- Church: Church of England
- In office: 2009–2014
- Other posts: Bishop of Maidstone (2001–2009) Principal, Ridley Hall (1992–2001)

Orders
- Ordination: 1971 (deacon); 1972 (priest)
- Consecration: March 2001 by George Carey

Personal details
- Born: 21 April 1947 (age 79)
- Denomination: Anglican
- Parents: Alan & Doris
- Spouse: Jacqueline Webster (m. 1973)
- Children: Two daughters
- Alma mater: University of Leeds St John's College, Nottingham

= Graham Cray =

British Anglican bishop

Graham Alan Cray (born 21 April 1947) is a retired British Anglican bishop.

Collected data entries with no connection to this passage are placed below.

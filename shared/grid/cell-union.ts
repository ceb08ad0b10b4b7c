import { fromGridFrame, type CellGrid } from "./cell-grid";
import type { Position, ProjectedMultiPolygon, Ring } from "./work-limit";

/**
 * The outline of a set of grid cells: the union of their squares, as polygons in project
 * coordinates (a zone made from cells selected on the map). Worked out exactly on the grid's own
 * lines, not by a polygon clipper: every side of a chosen cell whose neighbour across it is not
 * chosen is a boundary edge, directed so the chosen side lies to its left; the edges are then
 * joined into rings. Where two chosen cells touch only at a corner, the walk turns left, so each
 * ring stays simple (two squares meeting at a point are two polygons, a gap meeting the outside
 * at a corner is no hole). Outer rings run counter-clockwise, holes clockwise (RFC 7946); each
 * hole goes with the smallest outer ring around it; straight runs are one edge (corners only).
 */
export function cellsOutline(grid: Pick<CellGrid, "originX" | "originY" | "rotationDegrees" | "cellSize">, cells: ReadonlyArray<{ row: number; col: number }>): ProjectedMultiPolygon {
  const key = (row: number, col: number) => `${row}:${col}`;
  const chosen = new Set(cells.map((cell) => key(cell.row, cell.col)));
  // Boundary edges in grid units (x = column line, y = row line), by their start corner.
  const outgoing = new Map<string, Array<[number, number]>>();
  const addEdge = (x0: number, y0: number, x1: number, y1: number) => {
    const start = key(y0, x0);
    const list = outgoing.get(start);
    if (list) list.push([x1, y1]);
    else outgoing.set(start, [[x1, y1]]);
  };
  for (const id of chosen) {
    const [row, col] = id.split(":").map(Number);
    if (!chosen.has(key(row - 1, col))) addEdge(col, row, col + 1, row);
    if (!chosen.has(key(row, col + 1))) addEdge(col + 1, row, col + 1, row + 1);
    if (!chosen.has(key(row + 1, col))) addEdge(col + 1, row + 1, col, row + 1);
    if (!chosen.has(key(row, col - 1))) addEdge(col, row + 1, col, row);
  }

  const rings: Array<Array<[number, number]>> = [];
  for (const [startKey, ends] of outgoing) {
    while (ends.length > 0) {
      const [startY, startX] = startKey.split(":").map(Number);
      const ring: Array<[number, number]> = [[startX, startY]];
      let [x, y] = ends.pop()!;
      let dx = x - startX, dy = y - startY;
      while (x !== startX || y !== startY) {
        ring.push([x, y]);
        const choices = outgoing.get(key(y, x))!;
        // One way on, or two at a corner two cells share: the left turn (cross product > 0).
        let pick = 0;
        if (choices.length > 1) {
          const left = choices.findIndex(([nx, ny]) => dx * (ny - y) - dy * (nx - x) > 0);
          if (left >= 0) pick = left;
        }
        const [nextX, nextY] = choices.splice(pick, 1)[0];
        dx = nextX - x; dy = nextY - y;
        x = nextX; y = nextY;
      }
      rings.push(withoutStraightRuns(ring));
    }
  }

  const signedArea = (ring: Array<[number, number]>) => {
    let sum = 0;
    for (let index = 0; index < ring.length; index++) {
      const [x0, y0] = ring[index];
      const [x1, y1] = ring[(index + 1) % ring.length];
      sum += x0 * y1 - x1 * y0;
    }
    return sum / 2;
  };
  const outers = rings.filter((ring) => signedArea(ring) > 0).map((ring) => ({ ring, area: signedArea(ring), holes: [] as Array<Array<[number, number]>> }));
  for (const hole of rings.filter((ring) => signedArea(ring) < 0)) {
    // A point surely inside the hole: the middle of the unchosen cell right of its first edge.
    const [x0, y0] = hole[0];
    const [x1, y1] = hole[1];
    const length = Math.hypot(x1 - x0, y1 - y0);
    const ux = (x1 - x0) / length, uy = (y1 - y0) / length;
    const probe: [number, number] = [x0 + ux * 0.5 + uy * 0.5, y0 + uy * 0.5 - ux * 0.5];
    const holder = outers.filter((outer) => insideRing(probe, outer.ring)).sort((a, b) => a.area - b.area)[0];
    holder?.holes.push(hole);
  }
  const toProject = (ring: Array<[number, number]>): Ring => {
    const positions = ring.map(([x, y]) => fromGridFrame(grid, x * grid.cellSize, y * grid.cellSize) as Position);
    positions.push([positions[0][0], positions[0][1]]);
    return positions;
  };
  return outers.map((outer) => [toProject(outer.ring), ...outer.holes.map(toProject)]);
}

/** Drops corners where the ring goes straight on (open ring, no closing repeat). */
function withoutStraightRuns(ring: Array<[number, number]>): Array<[number, number]> {
  return ring.filter((point, index) => {
    const previous = ring[(index + ring.length - 1) % ring.length];
    const next = ring[(index + 1) % ring.length];
    return (point[0] - previous[0]) * (next[1] - point[1]) - (point[1] - previous[1]) * (next[0] - point[0]) !== 0;
  });
}

function insideRing([x, y]: [number, number], ring: Array<[number, number]>): boolean {
  let inside = false;
  for (let index = 0, previous = ring.length - 1; index < ring.length; previous = index++) {
    const [xi, yi] = ring[index];
    const [xj, yj] = ring[previous];
    if (yi > y !== yj > y && x < ((xj - xi) * (y - yi)) / (yj - yi) + xi) inside = !inside;
  }
  return inside;
}
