import { describe, expect, it } from "vitest";
import { cellCentroid, cellIndexAt, cellLabel, cellPolygon, cellRowCol, createCellGrid, parseCellLabel } from "./cell-grid";
import { workLimitArea } from "./work-limit";

describe("cell grid", () => {
  it("labels cells spreadsheet-style: column letters, then row number from 1", () => {
    // practice: the same A1 scheme spreadsheets use, so crews can read labels off a plan sheet.
    expect(cellLabel(0, 0)).toBe("A1");
    expect(cellLabel(11, 2)).toBe("C12");
    expect(cellLabel(0, 25)).toBe("Z1");
    expect(cellLabel(0, 26)).toBe("AA1");
    expect(cellLabel(0, 701)).toBe("ZZ1");
    expect(cellLabel(0, 702)).toBe("AAA1");
    expect(cellLabel(-1, -1)).toBe("-A-1");
    expect(cellLabel(-2, -2)).toBe("-B-2");
  });

  it("covers the work limit from its south-west corner by default", () => {
    const limit = [[[[1000, 2000], [1100, 2000], [1100, 2050], [1000, 2050], [1000, 2000]] as [number, number][]]];
    const grid = createCellGrid(limit, { cellSize: 20 });
    expect([grid.originX, grid.originY]).toEqual([1000, 2000]);
    expect([grid.cols, grid.rows, grid.firstCol, grid.firstRow]).toEqual([5, 3, 0, 0]); // computed: 100/20, ceil(50/20)
    const index = cellIndexAt(grid, 1045, 2021);
    expect(cellRowCol(grid, index)).toEqual({ row: 1, col: 2 });
  });

  it("rotated grids: points map to the right cell and cells keep their area", () => {
    const limit = [[[[0, 0], [100, 0], [100, 100], [0, 100], [0, 0]] as [number, number][]]];
    const grid = createCellGrid(limit, { cellSize: 10, rotationDegrees: 30, originX: 0, originY: 0 });
    const [x, y] = cellCentroid(grid, 2, 3);
    expect(cellRowCol(grid, cellIndexAt(grid, x, y))).toEqual({ row: 2, col: 3 });
    // computed: a square cell of side 10 has area 100 whatever its rotation.
    expect(workLimitArea([[cellPolygon(grid, 2, 3)]])).toBeCloseTo(100, 9);
    // The first row/col are negative when the limit extends west/south of the origin in the rotated frame.
    expect(grid.firstRow).toBeLessThan(0);
  });
});

describe("parseCellLabel", () => {
  it("inverts cellLabel, negative rows and columns included (invariant)", () => {
    for (const row of [-30, -2, -1, 0, 1, 9, 99]) for (const col of [-28, -1, 0, 25, 26, 701, 702]) expect(parseCellLabel(cellLabel(row, col))).toEqual({ row, col });
    expect(parseCellLabel("A0")).toBeNull();
    expect(parseCellLabel("1A")).toBeNull();
  });
});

He was the Bishop of Maidstone in the Diocese of Canterbury from 2001 to 2009, and was the Archbishops' Missioner and Team Leader of Fresh Expressions from 2009 to 2014.

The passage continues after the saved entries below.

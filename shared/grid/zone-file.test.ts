import { describe, expect, it } from "vitest";
import { zoneCandidatesOf } from "./zone-file";

const square = (x: number) => ({ type: "Polygon", coordinates: [[[x, 0], [x + 1, 0], [x + 1, 1], [x, 1], [x, 0]]] });

describe("zoneCandidatesOf: one zone per feature or polygon", () => {
  it("takes each polygon feature of a collection, named from its name or zone property in any case", () => {
    const { candidates, problems } = zoneCandidatesOf({
      type: "FeatureCollection",
      features: [
        { type: "Feature", properties: { NAME: "North cove" }, geometry: square(0) },
        { type: "Feature", properties: { Zone: 7 }, geometry: square(2) },
        { type: "Feature", properties: { depth: 3 }, geometry: { type: "MultiPolygon", coordinates: [square(4).coordinates, square(6).coordinates] } },
      ],
    });
    expect(problems).toEqual([]);
    expect(candidates.map((candidate) => [candidate.source, candidate.name])).toEqual([["feature 1", "North cove"], ["feature 2", "7"], ["feature 3", null]]);
    // A feature is one zone, even of several polygons.
    expect((candidates[2].geometry as { type: string }).type).toBe("MultiPolygon");
  });

  it("names a feature that is not a polygon, by its number and name", () => {
    const { candidates, problems } = zoneCandidatesOf({
      type: "FeatureCollection",
      features: [{ type: "Feature", properties: { name: "Buoy" }, geometry: { type: "Point", coordinates: [0, 0] } }, { type: "Feature", properties: {}, geometry: square(0) }],
    });
    expect(candidates.map((candidate) => candidate.source)).toEqual(["feature 2"]);
    expect(problems).toEqual(['Feature 1 ("Buoy") is a Point, not a polygon: a zone is a closed outline.']);
  });

  it("splits bare geometry (a DXF's or CSV's outlines) into one zone per polygon, unnamed", () => {
    const { candidates } = zoneCandidatesOf({ type: "MultiPolygon", coordinates: [square(0).coordinates, square(2).coordinates] });
    expect(candidates).toEqual([
      { source: "polygon 1", name: null, geometry: square(0) },
      { source: "polygon 2", name: null, geometry: square(2) },
    ]);
    expect(zoneCandidatesOf(square(0)).candidates).toHaveLength(1);
  });

  it("refuses an empty collection and anything but polygons", () => {
    expect(zoneCandidatesOf({ type: "FeatureCollection", features: [] }).problems).toEqual(["The file holds no polygon."]);
    expect(zoneCandidatesOf({ type: "LineString", coordinates: [] }).problems[0]).toMatch(/LineString; zones are polygons/);
    expect(zoneCandidatesOf("x").problems).toEqual(["The file is not a GeoJSON object."]);
  });
});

==Early life and education==
Cray grew up without his mother Doris, who killed herself when he was 8 years old. Cray was educated (gaining a Bachelor of Arts), at Leeds University and St John's College, Nottingham.

==Ordained ministry==
He began his ministry as a curate at St Mark's Church, Gillingham. Cray later spent 14 years at St Michael-le-Belfrey in York (at first working with, and later succeeding, David Watson) before becoming Principal of Ridley Hall theological college in Cambridge.

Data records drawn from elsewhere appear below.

import { useCallback, useEffect, useMemo, useRef, useState } from "react";
import { StopWorkBanner } from "~/components/stop-work-banner";
import type { FieldSnapshot } from "~/models/field-snapshot";
import { FIND_STATUS_LABELS, type FindStatus } from "../../../shared/finds/finds";
import { dateTimeFormat } from "../../../shared/local-time";
import { blankForm, deviceIso, ENTRY_LABELS, findTargetOf, recordTimeOf, summaryOf } from "./entries";
import { EntryForm, type EntryDraft } from "./entry-form";
import { bigButton } from "./inputs";
import {
  claimEntries, deleteEntry, deleteWithDependents, dependentsOf, keptSnapshot, nextOrder, onChange, putEntry, queuedEntries, QUEUED_PREFIX, saveSnapshot, sentEntries, syncState,
  unownedEntries, type EntryKind, type QueueEntry, type SentEntry, type SyncState,
} from "./store";
import { askForBackgroundSend, checkClock, CLOCK_WARNING_MS, sendQueue, type SyncReport } from "./sync";

/** "10:42" today, "3 Dec 10:42" another day: the device's clock. */
export function shortTime(iso: string | undefined): string {
  if (!iso) return "";
  const date = new Date(iso);
  const today = new Date().toDateString() === date.toDateString();
  return dateTimeFormat("en-GB", today ? { hour: "2-digit", minute: "2-digit", hourCycle: "h23" } : { day: "numeric", month: "short", hour: "2-digit", minute: "2-digit", hourCycle: "h23" }).format(date);
}

function useOnline(): boolean {
  const [online, setOnline] = useState(true);
  useEffect(() => {
    const update = () => setOnline(navigator.onLine);
    update();
    window.addEventListener("online", update);
    window.addEventListener("offline", update);
    return () => {
      window.removeEventListener("online", update);
      window.removeEventListener("offline", update);
    };
  }, []);
  return online;
}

Cray was consecrated a bishop in March 2001. He served as the Bishop of Maidstone, a suffragan bishop in the Diocese of Canterbury, between 2001 and 2009. In 2009, he was appointed to lead the Archbishops' (of Canterbury and of York) Fresh Expressions team. He retired from full-time ministry in 2014.

He is the Chairman of Soul Survivor. In 2024 Cray was subject to disciplinary action for failing to pass on information regarding allegations against Mike Pilavachi.